Provided entries:
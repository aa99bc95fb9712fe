import { CalcError } from './errors';
import { daysInWindow, parseIsoDate, parseWindow } from './dates';
import { formatNumber } from '../format/figures';
import type { CreditRule } from './rules';
import { requireFinite, requireNonNegative, requirePositive } from './validate';

export interface PlantingInput {
  crop: string;
  seededOn: string;
  terminatedOn?: string | null;
  areaHa: number;
}

export interface WalkEstimateInput {
  biomassKgHa: number;
  /** Informational: the verdict is recomputed against this rule's threshold. */
  meetsThreshold?: boolean;
  walkedOn: string;
}

export type EligibilityReasonCode =
  | 'crop_not_eligible'
  | 'no_end_date'
  | 'too_few_days_in_window'
  | 'no_estimate'
  | 'below_threshold'
  | 'sample_after_termination'
  | 'sample_too_early';

/** The numbers and dates behind a reason (SI, ISO dates), so any screen can word it in its reader's units. */
export interface EligibilityReasonData {
  crop?: string;
  eligibleCrops?: string[];
  days?: number;
  minDays?: number;
  /** Counted up to the rule's `today` rather than a termination date. */
  projected?: boolean;
  endOn?: string;
  walkedOn?: string;
  biomassKgHa?: number;
  thresholdKgHa?: number;
  gapDays?: number;
  maxGapDays?: number;
}

export interface EligibilityReason {
  code: EligibilityReasonCode;
  /** English, SI units: kept for existing callers; shared/format's eligibilityReasonText words it for a reader. */
  message: string;
  data?: EligibilityReasonData;
}

export interface EligibilityResult {
  eligible: boolean;
  /** One per failed condition; empty when eligible. */
  reasons: EligibilityReason[];
  /** null only when there is neither a termination date nor a `today` to project to. */
  daysInWindow: number | null;
  /** True when computed up to rule.today because the planting has no termination date. */
  projected: boolean;
  /** The day growth was counted up to (termination, or today), or null. */
  endOn: string | null;
  creditKgN: number;
}

/**
 * Whether a planting earns the nitrogen scavenging credit under a rule. Every condition is checked
 * (not just the first failure) so the clerk sees all that is missing at once. Without a termination
 * date, rule.today stands in for it and the result is marked `projected` ("if terminated today").
 */
export function creditEligibility(
  planting: PlantingInput,
  walkEstimate: WalkEstimateInput | null,
  rule: CreditRule,
): EligibilityResult {
  if (typeof planting !== 'object' || planting === null) {
    throw new CalcError('bad_option', 'A planting is required.', 'planting');
  }
  if (typeof rule !== 'object' || rule === null) throw new CalcError('bad_option', 'A credit rule is required.', 'rule');
  const seeded = parseIsoDate(planting.seededOn, 'seededOn');
  const area = requirePositive(planting.areaHa, 'areaHa');
  const threshold = requirePositive(rule.thresholdKgHa, 'thresholdKgHa');
  const minDays = requireNonNegative(rule.minDaysInWindow, 'minDaysInWindow');
  const maxGap = requireNonNegative(rule.maxDaysSampleBeforeTermination, 'maxDaysSampleBeforeTermination');
  const creditPerHa = requireNonNegative(rule.creditKgNPerHa, 'creditKgNPerHa');
  parseWindow(rule.window);
  if (!Array.isArray(rule.eligibleCrops)) throw new CalcError('bad_option', 'eligibleCrops must be a list.', 'eligibleCrops');

  const terminated = planting.terminatedOn ? parseIsoDate(planting.terminatedOn, 'terminatedOn') : null;
  const today = !terminated && rule.today ? parseIsoDate(rule.today, 'today') : null;
  const end = terminated ?? today;
  const endOn = terminated ? (planting.terminatedOn as string) : today ? (rule.today as string) : null;
  const projected = !terminated && today !== null;
  if (end && end.day < seeded.day) {
    throw new CalcError(
      'dates_out_of_order',
      `The ${terminated ? 'termination' : "projection ('today')"} date ${endOn} is before the seeding date ${planting.seededOn}.`,
      terminated ? 'terminatedOn' : 'today',
    );
  }

  const reasons: EligibilityReason[] = [];
  if (!rule.eligibleCrops.includes(planting.crop)) {
    reasons.push({
      code: 'crop_not_eligible',
      message: `The crop class "${planting.crop}" is not eligible under this rule (eligible: ${rule.eligibleCrops.join(', ') || 'none'}).`,
      data: { crop: planting.crop, eligibleCrops: [...rule.eligibleCrops] },
    });
  }

  let days: number | null = null;
  if (!end) {
    reasons.push({ code: 'no_end_date', message: 'No termination date yet, so days in the rainy window cannot be counted.' });
  } else {
    days = daysInWindow(planting.seededOn, endOn as string, rule.window);
    if (days < minDays) {
      reasons.push({
        code: 'too_few_days_in_window',
        message: projected
          ? `As of ${endOn} the crop has grown ${days} days inside the rainy window; the rule needs ${minDays}.`
          : `The crop grew ${days} days inside the rainy window; the rule needs ${minDays}.`,
        data: { days, minDays, projected, endOn: endOn as string },
      });
    }
  }

  if (walkEstimate === null || walkEstimate === undefined) {
    reasons.push({ code: 'no_estimate', message: 'No biomass estimate yet: a field walk is needed.' });
  } else {
    const biomass = requireFinite(walkEstimate.biomassKgHa, 'biomassKgHa');
    const walked = parseIsoDate(walkEstimate.walkedOn, 'walkedOn');
    if (walked.day < seeded.day) {
      throw new CalcError('dates_out_of_order', `The walk date ${walkEstimate.walkedOn} is before the seeding date.`, 'walkedOn');
    }
    if (!(biomass >= threshold)) {
      reasons.push({
        code: 'below_threshold',
        message: `The estimated biomass, ${formatNumber(biomass)} kg/ha, is below the ${formatNumber(threshold)} kg/ha threshold.`,
        data: { biomassKgHa: biomass, thresholdKgHa: threshold },
      });
    }
    if (end) {
      const gap = end.day - walked.day;
      if (gap < 0) {
        reasons.push({
          code: 'sample_after_termination',
          message: projected
            ? `The walk date ${walkEstimate.walkedOn} is after the projection date ${endOn}.`
            : `The sample was taken on ${walkEstimate.walkedOn}, after termination on ${endOn}.`,
          data: { walkedOn: walkEstimate.walkedOn, endOn: endOn as string, projected },
        });
      } else if (gap > maxGap) {
        reasons.push({
          code: 'sample_too_early',
          message: `The sample was taken ${gap} days before ${projected ? 'the projection date' : 'termination'}; the rule allows at most ${maxGap}.`,
          data: { gapDays: gap, maxGapDays: maxGap, projected, endOn: endOn as string },
        });
      }
    }
  }

  const eligible = reasons.length === 0;
  return {
    eligible,
    reasons,
    daysInWindow: days,
    projected,
    endOn,
    creditKgN: eligible ? creditPerHa * area : 0,
  };
}
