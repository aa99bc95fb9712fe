import { CalcError } from './errors';

// Small guards shared by the modules, so every public function rejects bad input the same way.

export function requireFinite(value: unknown, field: string): number {
  if (typeof value !== 'number' || !Number.isFinite(value)) {
    throw new CalcError('not_finite', `${field} must be a finite number.`, field);
  }
  return value;
}

export function requirePositive(value: unknown, field: string): number {
  const v = requireFinite(value, field);
  if (v <= 0) throw new CalcError('non_positive', `${field} must be greater than zero.`, field);
  return v;
}

export function requireNonNegative(value: unknown, field: string): number {
  const v = requireFinite(value, field);
  if (v < 0) throw new CalcError('negative', `${field} must not be negative.`, field);
  return v;
}

export function requireLevel(level: unknown, field = 'level'): number {
  if (typeof level !== 'number' || !Number.isFinite(level) || level <= 0 || level >= 1) {
    throw new CalcError('bad_level', `${field} must be a probability between 0 and 1, e.g. 0.95.`, field);
  }
  return level;
}

export function requireNumberArray(values: unknown, field: string): number[] {
  if (!Array.isArray(values) || values.length === 0) {
    throw new CalcError('empty', `${field} must be a non-empty list of numbers.`, field);
  }
  for (let i = 0; i < values.length; i++) {
    const v = values[i];
    if (typeof v !== 'number' || !Number.isFinite(v)) {
      throw new CalcError('not_finite', `${field} contains a value that is not a finite number (item ${i + 1}).`, field);
    }
  }
  return values as number[];
}
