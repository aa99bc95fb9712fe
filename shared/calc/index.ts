// Public API of Crowntip's estimation core: pure functions, plain JSON in and out.
export * from './light';
export { fitCalibration } from './fit';
export * from './compare';
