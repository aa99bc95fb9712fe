import { CalcError } from './errors';
import { requireNonNegative } from './validate';

export interface ShootNitrogen {
  /** kg N/ha held in the shoots: biomass × tissue N %. */
  kgNPerHa: number;
  /** The biomass interval carried through the same product, kg N/ha; null without one. */
  interval: [number, number] | null;
  tissueNPercent: number;
}

/**
 * Nitrogen in the shoots = oven-dry biomass × tissue N % / 100. The lab's N % is taken as exact:
 * the interval is the biomass interval scaled, so it understates the uncertainty by the lab's own
 * (usually small) error. Information beside the verdict, never part of it; the lab value decides.
 */
export function shootNitrogen(biomassKgHa: number, tissueNPercent: number, biomassIntervalKgHa: [number, number] | null = null): ShootNitrogen {
  const b = requireNonNegative(biomassKgHa, 'biomassKgHa');
  const pct = requireNonNegative(tissueNPercent, 'tissueNPercent');
  if (pct > 10) {
    throw new CalcError('bad_option', 'A tissue nitrogen content above 10 % is not plausible for shoots; check the lab value.', 'tissueNPercent');
  }
  let interval: [number, number] | null = null;
  if (biomassIntervalKgHa !== null) {
    const lo = requireNonNegative(biomassIntervalKgHa[0], 'biomassIntervalKgHa');
    const hi = requireNonNegative(biomassIntervalKgHa[1], 'biomassIntervalKgHa');
    if (lo > hi) throw new CalcError('bad_option', 'The biomass interval must run from low to high.', 'biomassIntervalKgHa');
    interval = [(lo * pct) / 100, (hi * pct) / 100];
  }
  return { kgNPerHa: (b * pct) / 100, interval, tissueNPercent: pct };
}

What you will do: What is the number of lines in the data that include the word "message"? State only that number.

Exercise output: 8